I luoghi, allora, diventano corali dipinti, perforano l’aria del monastero che diventa città di Dio in una minuta di destino e compimento, solleva la panoramica di un’appartenenza alla variegata bellezza che circonda ed entra in comunione, in quanto segno intuito e vissuto della mano di Dio.
Il monaco, come Elia, si mette in cammino e l’io si risveglia in tutte le sue urgenze elementari. È la sua stanza il punto di sguardo. Ma è una stanza che pronuncia la sua appartenenza e la sua dipendenza all’infinita Genesi, a Dio che si incarna e tocca ogni infinitesimo umano, che si introduce in modo non prevedibile e non previsto, facendo luce sulla verità di noi stessi: «Il seme, come ho detto, / Si cela nella zolla ghiacciata. / Modellate dai fiumi, le pietre / Non se ne curano né lo sentiranno mai, / E coprono la terra coltivata. / Il seme, per natura, aspetta di crescere e dare / Frutto. Per questo non è solo / Come le pietre, o le cose inanimate: / Voglio dire, solo per natura, / O solo per sempre».
La vera ascesi non è elevazione sulle dinamiche mondane bensì entra in comunione: con l’umano unico e irripetibile. Ed ecco che la poesia diventa umana questione e preghiera, si fa religiosa, perché la realtà lo, lo annuncia ogni giorno qui e ora silenziosamente: «Io sono l’ora stabilita, / L’«adesso» che taglia / Il tempo come lama. / Sono il lampo inatteso / Oltre il «sì», oltre il «no», / Il presagio della Parola di Dio. / Segui la mia strada, ti porterò / Verso soli dai capelli d’oro, / Logos e musica, gioie senza colpa, / Scevre di domande / E al di là delle risposte: / Poiché io, la Solitudine, sono il tuo sé / Io, il Nulla, sono il tuo Tutto. / Io, il Silenzio, sono il tuo Amen!».
Afferma Albini, «Non perché sia uno scrivere riguardante questioni religiose, ma nel senso di essere una scrittura che è in sé un’attività religiosa, dal momento che produce parole mediante le quali Dio agisce, anche indipendentemente dalla consapevolezza e dall’intenzione del poeta. Sono “parole per Dio” nella misura in cui ci liberano dalle prigioni create dalla nostra mente o dalla società, risvegliandoci alla realtà autentica».
Questa poesia costruita nel silenzio compone le sue fiamme di visione, presentendo e vivendo ciò che accade, prefigurando, profeticamente, ogni crollo e apocalisse, come tensione e vertice di ogni genialità: «Come sono state distrutte, come sono crollate / quelle grandi e possenti torri di ghiaccio e d’ acciaio / fuse da quale terrore? / […] Quali fuochi, quali luci hanno smembrato, / nella collera bianca della loro accusa / quelle torri d’argento e d’ acciaio/ colpite da un cielo vendicatore? […] Le ceneri delle torri distrutte si mescolano ancora alle volute del fumo / velando le tue esequie nella loro bruma; e scrivono il tuo epitaffio di braci: / “Questa fu una città/ che si vestiva di biglietti di banca”».

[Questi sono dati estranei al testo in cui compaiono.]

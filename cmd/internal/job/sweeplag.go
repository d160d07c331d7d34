package job

import (
	"context"
	"fmt"
	"maps"
	"math"
	"slices"
	"strings"

	"gatesill/acquire"
	"gatesill/report"
	"gatesill/store/record"
)

// The ramps by which a lag is found.
const (
	lagRate    = 0.03 // V/s, of the simulated hand
	lagNear    = 0.12 // V/s, before current shows
	lagCurrent = 5e-3 // A, at which the way up ends, at most
	lagPower   = 0.05 // of the limit of P_D, at most
	lagPatient = 240  // s, where nobody is there to press a key
)

// findLag finds by how much the other meters lag behind that of the gate, from a ramp
// up and one down at low power, and counts on it in this session.
func (w *sweeper) findLag(ctx context.Context, device string) error {
	w.lagged = map[string]acquire.Timing{}
	most := lagCurrent
	if v := w.given.VDD.Or(0); w.limits.PD > 0 && v > 0 {
		most = math.Min(most, lagPower*w.limits.PD/v)
	}
	text := "turn the gate slowly and evenly up until the current is about " + report.FormatPlain(most, math.NaN(), "A") + ", then press space"
	up, err := w.ramp(ctx, device, text, w.part.Sign()*math.Max(w.limits.Vgs, 20), func(id float64) bool { return id >= most })
	if err != nil {
		return err
	}
	off := offVoltage(w.part)
	down, err := w.ramp(ctx, device, "turn slowly and evenly back to the off voltage, then press space", off, func(id float64) bool { return id < most/200 })
	if err != nil {
		return err
	}
	w.hand(off)
	for _, role := range []string{acquire.Current, acquire.Load} {
		if !slices.Contains(w.roles, role) {
			continue
		}
		if err := w.countLag(role, up, down); err != nil {
			w.say("the lag of the %s meter: %v", role, err)
		}
	}
	if _, ok := w.lagged[acquire.Gate]; ok {
		// What is not known of the gate's meter is now with the others.
		p := pairingOf(w.bench, w.rq.Mode)
		for role, t := range p.Timing {
			if _, found := w.lagged[role]; !found {
				t.LagU += p.Timing[acquire.Gate].LagU
				w.lagged[role] = t
			}
		}
	}
	if err := w.lead(ctx, &asking{w: w, title: "  device " + device, text: func(float64) string { return "gate to its off voltage, then press space" },
		missing: func(at float64) []string { return w.gateNear(off, at) }}); err != nil {
		return err
	}
	return nil
}

// countLag finds the lag of one meter and counts on it.
func (w *sweeper) countLag(role string, up, down []record.Reading) error {
	only := func(rs []record.Reading) []record.Reading {
		return slices.DeleteFunc(slices.Clone(rs), func(r record.Reading) bool { return r.Role != acquire.Gate && r.Role != role })
	}
	p := pairingOf(w.bench, w.rq.Mode)
	maps.DeleteFunc(p.Timing, func(r string, _ acquire.Timing) bool { return r != acquire.Gate && r != role })
	lag, u, err := acquire.FindLag(only(up), only(down), p)
	if err != nil {
		return err
	}
	gate, t := p.Timing[acquire.Gate], p.Timing[role]
	t.Lag, t.LagU = t.Lag+lag, 2*u // what is left between the two is this meter's
	gate.LagU = 0
	w.lagged[acquire.Gate], w.lagged[role] = gate, t
	w.say("the %s meter lags %.0f ms (± %.0f) behind the gate's; in the bench file: lag = \"%.0f ms\", lag_u = \"%.0f ms\" (and lag_u = 0 for the gate's)",
		role, 1e3*lag, 1e3*u, 1e3*t.Lag, math.Ceil(1e3*t.LagU))
	return w.sitting.event("lag", "%s %g %g", role, t.Lag, t.LagU)
}

// ramp hears one ramp to its end: a key, or in a rehearsal the current.
func (w *sweeper) ramp(ctx context.Context, device, text string, to float64, enough func(id float64) bool) ([]record.Reading, error) {
	var heard []record.Reading
	guard := acquire.NewGuard(w.limits, w.given, nil)
	begun, ended := w.elapsed(), false
	s := &asking{w: w, title: "  device " + device, text: func(float64) string { return text },
		hears: func(e acquire.Event) {
			heard = append(heard, e.Readings...)
			for _, r := range e.Readings {
				guard.Add(r)
			}
			look := guard.Look()
			if look.ID > showsFrom && w.sim != nil && !ended {
				w.handAt(to, lagRate)
			}
			if worst, ok := look.Worst(); ok && worst.Level() == acquire.Over {
				w.say("stop, turn the gate back: %s", worst)
				w.beep(acquire.SoundStop)
			}
			ended = ended || enough(look.ID)
		}}
	if w.keys == nil {
		s.until = func() bool { return ended || w.elapsed()-begun > lagPatient }
	}
	w.handAt(to, lagNear)
	err := w.lead(ctx, s)
	if w.sim != nil {
		w.handAt(math.NaN(), 0)
	}
	if err == nil && w.keys == nil && !ended {
		err = &Failure{Code: ExitInstrument, Err: fmt.Errorf("device %s: the ramp for the lag did not come to its end: %s", report.Clean(device), strings.TrimSuffix(text, ", then press space"))}
	}
	return heard, err
}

Scrive, infatti, Luigi Giussani:

«Come mai può accadere quell’avvenimento? Come mai possiamo essere provocati dall’urto di quell’incontro – per cui la vita s’incomincia a illuminare, un baluginare sia pur crepuscolare s’insinua nel nostro orizzonte, e insorge un desiderio di capire di più ciò che ci si è fatto incontro, di esserne più profondamente investiti e di seguirlo? Come mai l’avvenimento accade? Poiché non c’è nessun precedente che lo possa far prevedere; ma accade. Se accade, ha una causa. Essa non si lascia tuttavia includere nell’elenco che nostre analisi di accadimenti antecedenti possono formulare: è qualcosa d’altro. Qual è dunque la causa dell’avvenimento, la causa per cui quell’avvenimento diventa un incontro con una presenza eccezionale, che poi riconosceremo coscientemente divina, cui poi diremo: «Tu, Cristo» – poi, non allora? Nel momento dell’incontro essa è infatti una realtà che semplicemente ci colpisce e ci muove per la sua diversità, perché chi da quell’avvenimento è già stato colpito, e partecipa dunque della sua comunicazione nel mondo, ha una faccia con degli aspetti diversi: ha criteri diversi, una emotività e una affettività diversa, un impeto di gratuità ignoto, una capacità di impegno strana («Chi te lo fa fare?» gli si direbbe guardandolo). La causa di quell’avvenimento, di quell’incontro, e del movimento che suscita in noi, si chiama, nel linguaggio cristiano, Spirito Santo. Si dice Spirito l’energia con cui il mistero di Dio opera nel mondo che ha creato, lo plasma e lo piega, come un grande fiume, verso la sua foce – che è il mistero stesso di Dio. Questa energia viene nel mondo e lo penetra infinitamente di più da quando quell’Uomo cui lo Spirito stesso ha dato vita («… concepì per opera dello Spirito Santo») è morto ed è risorto».

E l’avvenimento allora provoca, insorge, destina il sangue a una domanda di eternità non preclusa, e siamo chiamati a sperimentare questa resurrezione discreta, come crepa di dimore intime e cenno pregato, ultimo indizio di una gioia cara che rende puro i cieli come sorgente.

merton
THOMAS MERTON, Che la mia sete diventi sorgente, Àncora, Milano 2015, pp.96, Euro 12,00.

MERTON T., Che la mia sete diventi sorgente, a cura di Christian Albini, traduzione di Francesca Cosi e Alessandra Repossi, Àncora, Milano 2015.
AA.VV., The Literary Essays of Thomas Merton, a cura di Patrick Hart, New Directions, New York 1985.
BIANCHI E., Thomas Merton, lo stupore della comunione con gli altri, in “La Repubblica”, 1 febbraio 2015.
CASOTTI F., La poesia di Thomas Merton, in «Aevum», anno 39, Fasc. 3/4 (Maggio-Agosto 1965), pp. 370-378.
GARAVELLI B., Merton. Il respiro dei versi, in “Avvenire”, 2 ottobre 2015.
GIUSSANI L., Appunti da una conversazione con un gruppo di universitari, La Thuile, agosto 1992. (http://www.tracce.it/?id=338&id_n=5062)
MEDAIL C., Merton, il profeta che vide crollare le torri di New York, in “Corriere della Sera”, 20 MARZO 2002.
O’CONNELL P. F., «The Vision of Poetry», in W.H. Shannon – C.M. Bochen – P.F. O’Connell, The Thomas Merton Encyclopedia, Orbis Book, Maryknoll 2002, pp. 360-363.
PAPA FRANCESCO, Discorso all’assemblea plenaria del Congresso degli Stati Uniti D’America, Washington, D.C., 24 settembre 2015. (http://w2.vatican.va/content/francesco/it/speeches/2015/september/documents/papa-francesco_20150924_usa-us-congress.html)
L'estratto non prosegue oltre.